(Extracted data entries)

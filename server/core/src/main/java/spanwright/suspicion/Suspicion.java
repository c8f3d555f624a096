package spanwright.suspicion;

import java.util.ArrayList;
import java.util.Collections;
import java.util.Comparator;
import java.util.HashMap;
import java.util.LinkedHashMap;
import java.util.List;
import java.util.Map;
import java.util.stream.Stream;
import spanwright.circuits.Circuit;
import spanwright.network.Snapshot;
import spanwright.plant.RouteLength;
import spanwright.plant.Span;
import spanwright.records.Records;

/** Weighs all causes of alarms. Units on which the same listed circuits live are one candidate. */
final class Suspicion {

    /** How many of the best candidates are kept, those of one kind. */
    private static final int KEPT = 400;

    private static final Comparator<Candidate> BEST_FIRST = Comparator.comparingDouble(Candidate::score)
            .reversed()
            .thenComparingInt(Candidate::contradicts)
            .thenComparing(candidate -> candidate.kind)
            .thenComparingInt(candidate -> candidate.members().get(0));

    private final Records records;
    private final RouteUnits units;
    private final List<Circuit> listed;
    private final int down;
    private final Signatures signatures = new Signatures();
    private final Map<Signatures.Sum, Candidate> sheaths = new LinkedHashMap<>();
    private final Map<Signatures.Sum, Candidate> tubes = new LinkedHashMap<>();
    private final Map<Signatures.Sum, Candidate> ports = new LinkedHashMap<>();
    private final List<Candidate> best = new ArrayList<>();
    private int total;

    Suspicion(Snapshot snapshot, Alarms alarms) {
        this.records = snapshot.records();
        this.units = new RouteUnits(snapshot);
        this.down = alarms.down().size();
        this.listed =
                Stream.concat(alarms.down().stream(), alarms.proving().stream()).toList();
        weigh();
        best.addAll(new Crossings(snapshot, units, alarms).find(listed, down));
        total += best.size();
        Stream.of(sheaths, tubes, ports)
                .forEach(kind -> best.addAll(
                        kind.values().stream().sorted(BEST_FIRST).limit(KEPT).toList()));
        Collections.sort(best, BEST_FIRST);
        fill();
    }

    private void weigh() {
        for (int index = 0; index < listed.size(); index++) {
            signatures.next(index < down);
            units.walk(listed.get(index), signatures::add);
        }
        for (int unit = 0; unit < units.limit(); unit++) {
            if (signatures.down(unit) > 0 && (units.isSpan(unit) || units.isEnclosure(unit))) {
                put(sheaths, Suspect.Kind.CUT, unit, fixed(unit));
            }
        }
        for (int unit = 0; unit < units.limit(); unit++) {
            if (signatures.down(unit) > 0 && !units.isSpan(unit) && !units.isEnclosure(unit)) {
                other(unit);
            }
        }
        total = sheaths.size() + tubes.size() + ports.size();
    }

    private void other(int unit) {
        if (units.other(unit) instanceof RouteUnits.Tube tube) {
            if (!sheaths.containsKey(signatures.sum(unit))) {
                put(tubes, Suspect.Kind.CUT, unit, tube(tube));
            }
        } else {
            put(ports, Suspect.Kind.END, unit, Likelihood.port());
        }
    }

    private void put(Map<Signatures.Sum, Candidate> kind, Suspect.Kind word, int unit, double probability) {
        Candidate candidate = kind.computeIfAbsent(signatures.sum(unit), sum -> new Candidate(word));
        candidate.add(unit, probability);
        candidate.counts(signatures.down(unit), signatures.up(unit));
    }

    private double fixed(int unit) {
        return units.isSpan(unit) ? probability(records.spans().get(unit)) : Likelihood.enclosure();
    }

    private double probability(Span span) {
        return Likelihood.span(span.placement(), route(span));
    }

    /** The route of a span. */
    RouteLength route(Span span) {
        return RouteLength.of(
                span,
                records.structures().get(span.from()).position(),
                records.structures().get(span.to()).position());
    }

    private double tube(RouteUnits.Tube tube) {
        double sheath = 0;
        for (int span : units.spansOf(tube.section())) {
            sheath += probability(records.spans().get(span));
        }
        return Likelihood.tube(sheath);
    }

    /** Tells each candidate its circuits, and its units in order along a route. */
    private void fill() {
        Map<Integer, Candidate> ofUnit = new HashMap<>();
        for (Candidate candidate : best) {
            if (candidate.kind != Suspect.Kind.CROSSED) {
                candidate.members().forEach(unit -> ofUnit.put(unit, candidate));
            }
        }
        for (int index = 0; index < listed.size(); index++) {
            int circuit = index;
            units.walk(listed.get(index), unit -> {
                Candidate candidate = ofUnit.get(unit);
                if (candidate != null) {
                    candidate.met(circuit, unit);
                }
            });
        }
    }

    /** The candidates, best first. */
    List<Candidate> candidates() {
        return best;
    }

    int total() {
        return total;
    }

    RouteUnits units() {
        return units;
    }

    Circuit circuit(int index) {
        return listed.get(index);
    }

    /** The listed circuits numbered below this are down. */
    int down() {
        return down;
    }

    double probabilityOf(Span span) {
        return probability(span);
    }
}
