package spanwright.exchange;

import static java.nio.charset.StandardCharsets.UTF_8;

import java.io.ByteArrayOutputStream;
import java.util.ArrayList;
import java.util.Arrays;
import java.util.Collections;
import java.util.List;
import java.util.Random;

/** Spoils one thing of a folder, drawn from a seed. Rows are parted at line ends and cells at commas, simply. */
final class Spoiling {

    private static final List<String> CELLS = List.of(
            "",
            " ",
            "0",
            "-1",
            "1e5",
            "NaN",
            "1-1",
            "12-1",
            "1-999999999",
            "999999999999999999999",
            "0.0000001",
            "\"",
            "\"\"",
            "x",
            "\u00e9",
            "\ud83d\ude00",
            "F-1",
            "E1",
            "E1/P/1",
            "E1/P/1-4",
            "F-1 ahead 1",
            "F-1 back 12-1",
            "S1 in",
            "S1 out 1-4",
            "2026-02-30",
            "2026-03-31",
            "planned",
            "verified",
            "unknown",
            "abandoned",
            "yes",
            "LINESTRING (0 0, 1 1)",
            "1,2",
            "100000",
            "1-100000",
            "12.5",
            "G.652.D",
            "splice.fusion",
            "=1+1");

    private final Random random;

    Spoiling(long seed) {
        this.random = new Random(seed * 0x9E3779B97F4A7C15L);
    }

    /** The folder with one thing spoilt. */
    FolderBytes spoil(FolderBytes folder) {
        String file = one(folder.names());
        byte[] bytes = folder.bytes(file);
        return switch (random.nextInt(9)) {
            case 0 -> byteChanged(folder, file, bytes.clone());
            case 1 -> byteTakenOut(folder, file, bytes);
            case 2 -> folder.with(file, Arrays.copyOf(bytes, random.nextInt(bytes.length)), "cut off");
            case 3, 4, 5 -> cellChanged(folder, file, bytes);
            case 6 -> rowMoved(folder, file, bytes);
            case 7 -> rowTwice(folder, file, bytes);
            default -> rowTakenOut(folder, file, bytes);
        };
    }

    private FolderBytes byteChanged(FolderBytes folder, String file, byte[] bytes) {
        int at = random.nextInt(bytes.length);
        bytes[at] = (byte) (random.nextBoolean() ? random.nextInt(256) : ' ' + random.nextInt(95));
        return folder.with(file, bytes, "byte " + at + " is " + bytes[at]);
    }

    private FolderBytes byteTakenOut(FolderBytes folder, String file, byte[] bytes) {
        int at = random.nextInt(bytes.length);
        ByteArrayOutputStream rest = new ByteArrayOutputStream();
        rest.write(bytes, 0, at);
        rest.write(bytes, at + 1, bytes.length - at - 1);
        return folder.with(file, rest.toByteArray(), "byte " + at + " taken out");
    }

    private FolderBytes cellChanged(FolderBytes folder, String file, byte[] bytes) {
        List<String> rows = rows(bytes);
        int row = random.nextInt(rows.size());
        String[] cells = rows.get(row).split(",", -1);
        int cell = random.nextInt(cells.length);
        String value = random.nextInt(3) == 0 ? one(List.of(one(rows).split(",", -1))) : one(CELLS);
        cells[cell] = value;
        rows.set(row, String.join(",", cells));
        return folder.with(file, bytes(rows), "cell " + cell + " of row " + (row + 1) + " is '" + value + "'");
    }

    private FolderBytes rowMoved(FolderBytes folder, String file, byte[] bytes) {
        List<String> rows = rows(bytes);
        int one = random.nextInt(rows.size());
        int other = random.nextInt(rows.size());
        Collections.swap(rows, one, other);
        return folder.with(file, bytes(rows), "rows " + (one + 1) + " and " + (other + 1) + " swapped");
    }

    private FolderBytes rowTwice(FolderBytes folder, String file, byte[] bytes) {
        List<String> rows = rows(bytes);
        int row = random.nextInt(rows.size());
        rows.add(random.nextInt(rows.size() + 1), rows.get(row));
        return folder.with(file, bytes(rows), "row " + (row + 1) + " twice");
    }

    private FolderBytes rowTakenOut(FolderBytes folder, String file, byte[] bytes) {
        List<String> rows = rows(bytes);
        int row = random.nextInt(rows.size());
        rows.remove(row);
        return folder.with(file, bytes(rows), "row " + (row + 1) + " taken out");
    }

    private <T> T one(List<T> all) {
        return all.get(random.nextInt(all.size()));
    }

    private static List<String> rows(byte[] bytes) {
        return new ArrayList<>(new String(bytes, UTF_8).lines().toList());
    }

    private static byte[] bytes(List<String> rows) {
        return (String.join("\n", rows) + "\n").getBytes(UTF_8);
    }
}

...

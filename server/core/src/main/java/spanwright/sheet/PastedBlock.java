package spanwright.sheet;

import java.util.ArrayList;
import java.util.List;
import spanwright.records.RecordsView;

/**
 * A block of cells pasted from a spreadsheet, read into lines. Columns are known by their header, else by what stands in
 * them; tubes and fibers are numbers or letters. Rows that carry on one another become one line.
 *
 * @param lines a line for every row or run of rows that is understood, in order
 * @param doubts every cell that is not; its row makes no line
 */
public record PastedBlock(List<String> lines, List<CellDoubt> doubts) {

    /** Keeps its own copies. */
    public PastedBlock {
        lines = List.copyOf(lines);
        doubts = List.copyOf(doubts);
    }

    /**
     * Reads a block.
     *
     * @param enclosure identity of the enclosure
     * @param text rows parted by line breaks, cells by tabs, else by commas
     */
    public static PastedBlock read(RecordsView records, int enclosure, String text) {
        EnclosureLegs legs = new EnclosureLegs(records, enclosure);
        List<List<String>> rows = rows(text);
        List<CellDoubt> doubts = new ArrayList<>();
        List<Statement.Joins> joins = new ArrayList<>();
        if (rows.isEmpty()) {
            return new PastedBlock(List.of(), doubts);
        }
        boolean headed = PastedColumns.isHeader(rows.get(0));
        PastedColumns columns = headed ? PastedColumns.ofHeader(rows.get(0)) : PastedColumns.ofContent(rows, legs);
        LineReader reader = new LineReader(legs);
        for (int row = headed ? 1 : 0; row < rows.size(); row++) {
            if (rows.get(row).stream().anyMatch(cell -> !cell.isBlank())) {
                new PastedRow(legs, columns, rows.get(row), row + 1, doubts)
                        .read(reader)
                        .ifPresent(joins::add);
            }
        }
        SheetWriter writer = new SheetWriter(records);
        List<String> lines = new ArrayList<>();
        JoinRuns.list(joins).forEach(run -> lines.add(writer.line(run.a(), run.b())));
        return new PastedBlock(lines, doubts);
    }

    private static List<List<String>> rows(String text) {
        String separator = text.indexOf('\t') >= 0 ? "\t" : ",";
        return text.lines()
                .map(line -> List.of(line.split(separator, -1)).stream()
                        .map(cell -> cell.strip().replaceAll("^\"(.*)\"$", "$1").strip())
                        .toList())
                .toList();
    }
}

---

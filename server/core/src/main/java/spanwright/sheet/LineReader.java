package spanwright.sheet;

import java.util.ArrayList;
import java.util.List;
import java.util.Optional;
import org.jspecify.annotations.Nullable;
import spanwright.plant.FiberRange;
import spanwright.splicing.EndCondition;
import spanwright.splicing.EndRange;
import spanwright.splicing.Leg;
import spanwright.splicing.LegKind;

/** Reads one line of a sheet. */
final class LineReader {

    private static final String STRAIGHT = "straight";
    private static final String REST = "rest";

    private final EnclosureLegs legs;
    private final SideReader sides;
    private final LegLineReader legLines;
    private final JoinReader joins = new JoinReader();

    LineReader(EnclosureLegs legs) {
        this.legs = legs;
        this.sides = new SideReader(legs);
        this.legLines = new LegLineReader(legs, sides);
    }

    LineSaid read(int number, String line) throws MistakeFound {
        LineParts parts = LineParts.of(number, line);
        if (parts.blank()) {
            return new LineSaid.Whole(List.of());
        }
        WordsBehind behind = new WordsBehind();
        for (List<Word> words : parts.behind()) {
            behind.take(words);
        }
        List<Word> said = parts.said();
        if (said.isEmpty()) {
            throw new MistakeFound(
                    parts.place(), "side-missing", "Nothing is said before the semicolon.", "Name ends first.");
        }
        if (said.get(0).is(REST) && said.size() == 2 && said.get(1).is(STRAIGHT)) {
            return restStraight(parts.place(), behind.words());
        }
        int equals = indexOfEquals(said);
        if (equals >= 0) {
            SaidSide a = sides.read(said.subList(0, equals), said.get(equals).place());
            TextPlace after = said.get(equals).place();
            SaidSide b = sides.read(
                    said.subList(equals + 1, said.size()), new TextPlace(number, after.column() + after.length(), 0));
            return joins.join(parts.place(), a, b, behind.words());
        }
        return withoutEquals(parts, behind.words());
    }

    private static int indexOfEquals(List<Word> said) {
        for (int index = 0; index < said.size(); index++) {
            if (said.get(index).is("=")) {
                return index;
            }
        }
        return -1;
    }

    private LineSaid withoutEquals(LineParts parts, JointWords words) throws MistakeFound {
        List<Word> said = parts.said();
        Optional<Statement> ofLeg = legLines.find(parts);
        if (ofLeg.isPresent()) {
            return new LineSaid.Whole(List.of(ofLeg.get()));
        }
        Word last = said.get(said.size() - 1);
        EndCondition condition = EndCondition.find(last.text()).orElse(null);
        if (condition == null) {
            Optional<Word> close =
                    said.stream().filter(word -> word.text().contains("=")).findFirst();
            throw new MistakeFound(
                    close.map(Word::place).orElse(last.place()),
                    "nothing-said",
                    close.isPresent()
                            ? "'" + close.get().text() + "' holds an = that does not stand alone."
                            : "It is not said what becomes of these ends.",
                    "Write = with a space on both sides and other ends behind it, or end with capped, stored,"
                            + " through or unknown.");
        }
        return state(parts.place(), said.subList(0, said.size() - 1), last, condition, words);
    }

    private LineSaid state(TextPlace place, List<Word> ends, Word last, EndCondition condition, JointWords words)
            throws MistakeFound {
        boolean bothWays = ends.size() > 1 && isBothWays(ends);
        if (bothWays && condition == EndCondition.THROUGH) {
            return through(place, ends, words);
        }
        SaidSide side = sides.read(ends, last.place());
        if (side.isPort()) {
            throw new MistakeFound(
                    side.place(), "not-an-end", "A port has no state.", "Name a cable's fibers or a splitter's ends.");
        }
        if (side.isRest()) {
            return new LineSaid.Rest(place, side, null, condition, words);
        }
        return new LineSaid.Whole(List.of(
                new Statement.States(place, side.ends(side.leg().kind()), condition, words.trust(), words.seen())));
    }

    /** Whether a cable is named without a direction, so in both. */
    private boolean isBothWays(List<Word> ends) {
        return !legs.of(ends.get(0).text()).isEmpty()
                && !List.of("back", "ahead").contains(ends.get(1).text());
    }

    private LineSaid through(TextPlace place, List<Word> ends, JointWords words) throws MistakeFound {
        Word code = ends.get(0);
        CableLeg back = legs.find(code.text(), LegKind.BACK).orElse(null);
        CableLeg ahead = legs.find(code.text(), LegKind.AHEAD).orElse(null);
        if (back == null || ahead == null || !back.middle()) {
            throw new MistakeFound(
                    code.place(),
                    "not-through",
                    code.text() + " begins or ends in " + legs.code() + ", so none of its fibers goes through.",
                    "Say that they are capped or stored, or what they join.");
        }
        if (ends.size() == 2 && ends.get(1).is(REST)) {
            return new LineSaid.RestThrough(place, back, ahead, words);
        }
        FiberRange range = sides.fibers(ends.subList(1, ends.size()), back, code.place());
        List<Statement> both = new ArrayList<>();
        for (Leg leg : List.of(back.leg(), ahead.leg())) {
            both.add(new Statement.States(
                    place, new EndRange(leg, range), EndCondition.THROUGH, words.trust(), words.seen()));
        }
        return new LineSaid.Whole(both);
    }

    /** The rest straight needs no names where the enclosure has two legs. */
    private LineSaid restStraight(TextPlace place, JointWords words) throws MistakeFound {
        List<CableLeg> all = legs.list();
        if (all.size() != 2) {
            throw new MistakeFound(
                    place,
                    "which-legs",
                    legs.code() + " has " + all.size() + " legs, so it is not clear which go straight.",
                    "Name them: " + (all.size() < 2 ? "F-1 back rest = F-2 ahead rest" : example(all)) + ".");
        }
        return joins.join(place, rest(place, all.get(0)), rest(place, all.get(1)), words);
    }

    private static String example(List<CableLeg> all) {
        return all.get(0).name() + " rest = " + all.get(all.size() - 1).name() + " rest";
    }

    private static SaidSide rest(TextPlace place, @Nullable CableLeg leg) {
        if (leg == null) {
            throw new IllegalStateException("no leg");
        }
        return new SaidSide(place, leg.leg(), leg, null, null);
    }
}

* [ACTION ITEM]
What number of lines in the data contain the word "forEach"? Give the number and nothing else.

* [SOLVED EXERCISE]
3